Soy el defensor del h. senador Bernabé Celis dentro de una investigación previa que actualmente se adelanta en la Sala de Casación Penal de la H. Corte Suprema de Justicia y supongo que cuando el periodista cita al “penalista Hugo Bernate” se refiere a mí, aunque haya omitido mi primer apellido, que es Quintero.
Sin embargo, repito, nadie me contactó ni intentó hacerlo y francamente me asusta que se cite como versión mía una que jamás di.
Ahora bien, encuentro que las frases allí citadas pueden ser parte de una opinión que emití para Dinero, que fueron publicadas en la edición 385 del 28 de octubre de 2011 de esa revista, es decir, hace siete meses. Sin embargo, en el texto de El Espectador, donde se cita a Hugo Bernate, no hay mención alguna a esa publicación.
Entiendo que todo esto contradice la tradición centenaria que ha hecho grande al diario y como la corrección y calidad de El Espectador también es responsabilidad de nosotros sus lectores, es por eso que les escribo.

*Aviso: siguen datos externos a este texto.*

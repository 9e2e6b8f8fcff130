// Ambient-field fit: solid-harmonic basis and weighted least squares.
#include <catch2/catch.hpp>

#include <cmath>
#include <random>
#include <string>

#include "coilwright/ambient_fit.hpp"
#include "coilwright/error.hpp"
#include "coilwright/survey.hpp"

using namespace coilwright;

namespace {

// A field built independently of the fit's basis from harmonic polynomials (each is the
// gradient of a harmonic potential, so divergence- and curl-free; checked by hand):
//   uniform B0; gradient G symmetric and traceless; K1 grad(xyz) = K1 (yz, xz, xy);
//   K2 grad(x^3 - 3 x y^2) = K2 (3x^2 - 3y^2, -6xy, 0).
struct Synthetic {
  Vec3 b0{21.5e-6, -3.2e-6, -41.0e-6};  // T, Earth-like (our choice)
  Mat3 g;                                // T/m
  double k1 = 0.0, k2 = 0.0;             // T/m^2
  Synthetic() { g << 150e-9, 90e-9, -40e-9, 90e-9, -310e-9, 120e-9, -40e-9, 120e-9, 160e-9; }
  [[nodiscard]] Vec3 at(const Vec3& r) const {
    Vec3 b = b0 + g * r;
    b += k1 * Vec3(r.y() * r.z(), r.x() * r.z(), r.x() * r.y());
    b += k2 * Vec3(3 * r.x() * r.x() - 3 * r.y() * r.y(), -6 * r.x() * r.y(), 0.0);
    return b;
  }
};

// A 3 x 3 x 3 grid, spacing h about `centre`, optionally with Gaussian noise of sigma per component.
Survey grid_survey(const Synthetic& f, const Vec3& centre, double h, double sigma, bool give_sigma, unsigned seed) {
  std::mt19937 rng(seed);
  std::normal_distribution<double> noise(0.0, 1.0);
  Survey s;
  s.source_file = "synthetic";
  for (int i = -1; i <= 1; ++i)
    for (int j = -1; j <= 1; ++j)
      for (int k = -1; k <= 1; ++k) {
        const Vec3 r = centre + h * Vec3(i, j, k);
        Vec3 b = f.at(r);
        for (int a = 0; a < 3; ++a) b[a] += sigma * noise(rng);
        s.points.push_back(r);
        s.field.bx.push_back(b.x());
        s.field.by.push_back(b.y());
        s.field.bz.push_back(b.z());
        if (give_sigma) s.sigma_T.push_back(sigma);
        s.lines.push_back(s.lines.size() + 2);
      }
  return s;
}

// Recovery of exact data is limited by rounding in a QR solve of a well-conditioned 81 x 15
// system: 1e-9 relative to the field size (about 5e-5 T) leaves a wide margin over ~1e-15.
constexpr double kExactAbsT = 1e-9 * 5e-5;
constexpr double kExactAbsGrad = 1e-9 * 5e-5 / 0.1;  // per metre of the 0.1 m grid

}  // namespace

TEST_CASE("ambient fit: term counts are (L+1)^2 - 1", "[ambient]") {
  // 3 uniform, 3 + 5 with gradients, 3 + 5 + 7 (common practice, no source: 2l+1 terms per degree).
  CHECK(harmonic_term_count(1) == 3);
  CHECK(harmonic_term_count(2) == 8);
  CHECK(harmonic_term_count(3) == 15);
  for (int l = 1; l <= 8; ++l) CHECK(harmonic_terms(l).size() == harmonic_term_count(l));
}

TEST_CASE("ambient fit: basis fields are divergence- and curl-free", "[ambient]") {
  // Central differences with h = 1e-4 on polynomials of degree <= 4 with O(1) coefficients at
  // |s| < 1: truncation ~h^2 * (third derivative ~ 10) = 1e-7, rounding ~1e-16/h = 1e-12.
  constexpr double h = 1e-4;
  constexpr double kTol = 1e-6;
  const Vec3 s(0.31, -0.47, 0.22);
  for (const auto& t : harmonic_terms(5)) {
    Mat3 d;  // d(i, j) = dF_i/ds_j
    for (int j = 0; j < 3; ++j) {
      const Vec3 e = h * Vec3::Unit(j);
      d.col(j) = (harmonic_basis_field(t, s + e) - harmonic_basis_field(t, s - e)) / (2 * h);
    }
    INFO(t.label());
    CHECK(std::abs(d.trace()) < kTol);
    CHECK(std::abs(d(0, 1) - d(1, 0)) < kTol);
    CHECK(std::abs(d(0, 2) - d(2, 0)) < kTol);
    CHECK(std::abs(d(1, 2) - d(2, 1)) < kTol);
  }
}

TEST_CASE("ambient fit: low-degree basis fields have their known form", "[ambient]") {
  // R_1 = (z, x, y) and R_20 = z^2 - (x^2 + y^2)/2 (from P_1, P_2 with Racah normalisation, from
  // memory), so grad R_20 = (-x, -y, 2z). Exact polynomial arithmetic: 1e-14 absolute.
  const Vec3 s(0.3, -0.2, 0.5);
  CHECK((harmonic_basis_field({1, 0, false}, s) - Vec3::UnitZ()).norm() < 1e-14);
  CHECK((harmonic_basis_field({1, 1, false}, s) - Vec3::UnitX()).norm() < 1e-14);
  CHECK((harmonic_basis_field({1, 1, true}, s) - Vec3::UnitY()).norm() < 1e-14);
  CHECK((harmonic_basis_field({2, 0, false}, s) - Vec3(-0.3, 0.2, 1.0)).norm() < 1e-14);
}

TEST_CASE("ambient fit: exact harmonic fields are recovered exactly", "[ambient]") {
  Synthetic f;
  f.k1 = 800e-9;
  f.k2 = -300e-9;
  const Vec3 centre(0.02, -0.01, 0.03);
  const Survey s = grid_survey(f, centre, 0.1, 0.0, false, 1);
  AmbientFitOptions opt;
  opt.degree = 3;
  opt.centre_m = centre;
  const AmbientFit fit = fit_ambient(s, opt);
  // Uniform and gradient at the centre: B(c) and the Jacobian there (derived by hand from at()).
  const Vec3 c = centre;
  Mat3 jac = f.g;
  jac.row(0) += f.k1 * Vec3(0, c.z(), c.y()).transpose() + f.k2 * Vec3(6 * c.x(), -6 * c.y(), 0).transpose();
  jac.row(1) += f.k1 * Vec3(c.z(), 0, c.x()).transpose() + f.k2 * Vec3(-6 * c.y(), -6 * c.x(), 0).transpose();
  jac.row(2) += f.k1 * Vec3(c.y(), c.x(), 0).transpose();
  CHECK((fit.uniform_T - f.at(c)).norm() < kExactAbsT);
  CHECK((fit.gradient_T_per_m - jac).norm() < kExactAbsGrad);
  CHECK(fit.residual_worst_T < kExactAbsT);
  // Off the grid, inside it.
  const Vec3 p = centre + Vec3(0.07, -0.04, 0.05);
  CHECK((fit.field_at(p) - f.at(p)).norm() < kExactAbsT);
  CHECK(fit.dof == 81 - 15);
}

TEST_CASE("ambient fit: degree 2 recovers a uniform field with a traceless symmetric gradient", "[ambient]") {
  const Synthetic f;
  const Survey s = grid_survey(f, Vec3::Zero(), 0.1, 0.0, false, 1);
  const AmbientFit fit = fit_ambient(s);  // default degree 2, centre = centroid = 0
  CHECK((fit.uniform_T - f.b0).norm() < kExactAbsT);
  CHECK((fit.gradient_T_per_m - f.g).norm() < kExactAbsGrad);
  CHECK(std::abs(fit.gradient_T_per_m.trace()) < kExactAbsGrad);
  const AmbientField a = fit.uniform_and_gradient();
  CHECK((a.uniform_T - f.b0).norm() < kExactAbsT);
}

TEST_CASE("ambient fit: with noise, the coefficients lie within their stated uncertainties", "[ambient]") {
  Synthetic f;
  f.k1 = 500e-9;
  constexpr double sigma = 3e-9;  // T, a fluxgate's typical noise (from memory)
  for (const bool give_sigma : {true, false}) {
    for (unsigned seed : {7u, 8u, 9u}) {
      const Survey s = grid_survey(f, Vec3::Zero(), 0.1, sigma, give_sigma, seed);
      AmbientFitOptions opt;
      opt.degree = 3;
      const AmbientFit fit = fit_ambient(s, opt);
      INFO("sigma given " << give_sigma << ", seed " << seed);
      // 4 sigma: a Gaussian exceeds it with probability 6e-5 per coefficient, so the 3 x 3 x 9
      // checks here fail by chance with probability < 1e-2 (and the seeds are fixed).
      for (int i = 0; i < 3; ++i) {
        CHECK(std::abs(fit.uniform_T[i] - f.b0[i]) < 4 * fit.uniform_sigma_T[i]);
        for (int j = 0; j < 3; ++j)
          CHECK(std::abs(fit.gradient_T_per_m(i, j) - f.g(i, j)) < 4 * fit.gradient_sigma_T_per_m(i, j));
      }
      // The uncertainties are of the right size: the uniform term is a mean over 27 readings,
      // so its sigma is near sigma/sqrt(27) = 0.58 nT; allow a factor 2 either way.
      CHECK(fit.uniform_sigma_T.x() > 0.5 * sigma / std::sqrt(27.0));
      CHECK(fit.uniform_sigma_T.x() < 2.0 * sigma / std::sqrt(27.0));
      if (give_sigma) {
        // chi^2/dof with dof = 66 has standard deviation sqrt(2/66) = 0.17: +-4 of those.
        CHECK(fit.chi2_reduced > 1.0 - 4 * 0.17);
        CHECK(fit.chi2_reduced < 1.0 + 4 * 0.17);
      }
    }
  }
}

TEST_CASE("ambient fit: too few readings are refused with the true requirement", "[ambient]") {
  const Synthetic f;
  Survey s = grid_survey(f, Vec3::Zero(), 0.1, 0.0, false, 1);
  auto keep = [&](std::size_t n) {
    Survey t = s;
    t.points.x.resize(n); t.points.y.resize(n); t.points.z.resize(n);
    t.field.bx.resize(n); t.field.by.resize(n); t.field.bz.resize(n);
    t.lines.resize(n);
    return t;
  };
  // Degree 2: 8 coefficients; without sigma 9 equations are needed -> 3 readings.
  AmbientFitOptions opt;
  opt.degree = 2;
  try {
    (void)fit_ambient(keep(2), opt);
    FAIL("no error");
  } catch (const InputError& e) {
    CHECK_THAT(std::string(e.what()), Catch::Contains("has 2 reading(s)") && Catch::Contains("at least 3 readings"));
  }
  // Degree 3: 15 coefficients, 16 equations -> 6 readings.
  opt.degree = 3;
  CHECK_THROWS_WITH(fit_ambient(keep(5), opt), Catch::Contains("at least 6 readings"));
  // With sigma, 15 equations suffice -> 5 readings (the count passes; the five grid points used
  // here lie in one corner line-up, so the rank test may still refuse: only the count is checked).
  Survey w = keep(5);
  w.sigma_T.assign(5, 1e-9);
  try {
    (void)fit_ambient(w, opt);
  } catch (const InputError& e) {
    CHECK_THAT(std::string(e.what()), !Catch::Contains("at least"));
  }
}

TEST_CASE("ambient fit: points on a line cannot determine a gradient", "[ambient]") {
  Survey s;
  s.source_file = "line.csv";
  for (int i = 0; i < 10; ++i) {
    s.points.push_back(Vec3(0.01 * i, 0, 0));
    s.field.bx.push_back(1e-6); s.field.by.push_back(0); s.field.bz.push_back(0);
    s.lines.push_back(static_cast<std::size_t>(i + 2));
  }
  CHECK_THROWS_WITH(fit_ambient(s), Catch::Contains("do not determine") && Catch::Contains("line.csv"));
  AmbientFitOptions opt;
  opt.degree = 1;
  CHECK(fit_ambient(s, opt).uniform_T.x() == Approx(1e-6).epsilon(1e-12));
}

TEST_CASE("ambient fit: default options are valid; bad degrees are refused", "[ambient]") {
  CHECK_NOTHROW(AmbientFitOptions{}.validate());
  AmbientFitOptions bad;
  bad.degree = 0;
  CHECK_THROWS_WITH(bad.validate(), Catch::Contains("degree = 0"));
  bad.degree = 9;
  CHECK_THROWS_AS(bad.validate(), InputError);
}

Hugo Quintero Bernate. Bogotá.
“Quid pro quo”
En El Espectador del domingo, en el que se habla de otros escándalos en El Vaticano, se menciona la obra En nombre de Dios, del autor británico David Yallop, como novela. No hay tal. Se trata de una obra de investigación rigurosa, estrictamente histórica, sobre las posibles causas y posibles autores del asesinato del papa Juan Pablo I.
Hasta tal punto, que a partir de esta obra, el sacerdote español Jesús López Sáez profundizó la investigación del autor británico en tres obras, de las cuales destaco El día de la cuenta.
David Yallop escribió una continuación con el título El poder y la gloria que, aunque coincide en el título con la novela de Graham Greene, no tiene nada que ver, en cuanto al género, con ella.
Todos los acontecimientos que se relatan, los testigos que se mencionan, las obras que se citan, los personajes que figuran, son perfectamente verificables. Evidentemente, las conclusiones que saca el autor pueden ser compartidas o no por el lector, pero los argumentos y tesis tienen el peso real de la historia.
Francisco Tostón de la Calle.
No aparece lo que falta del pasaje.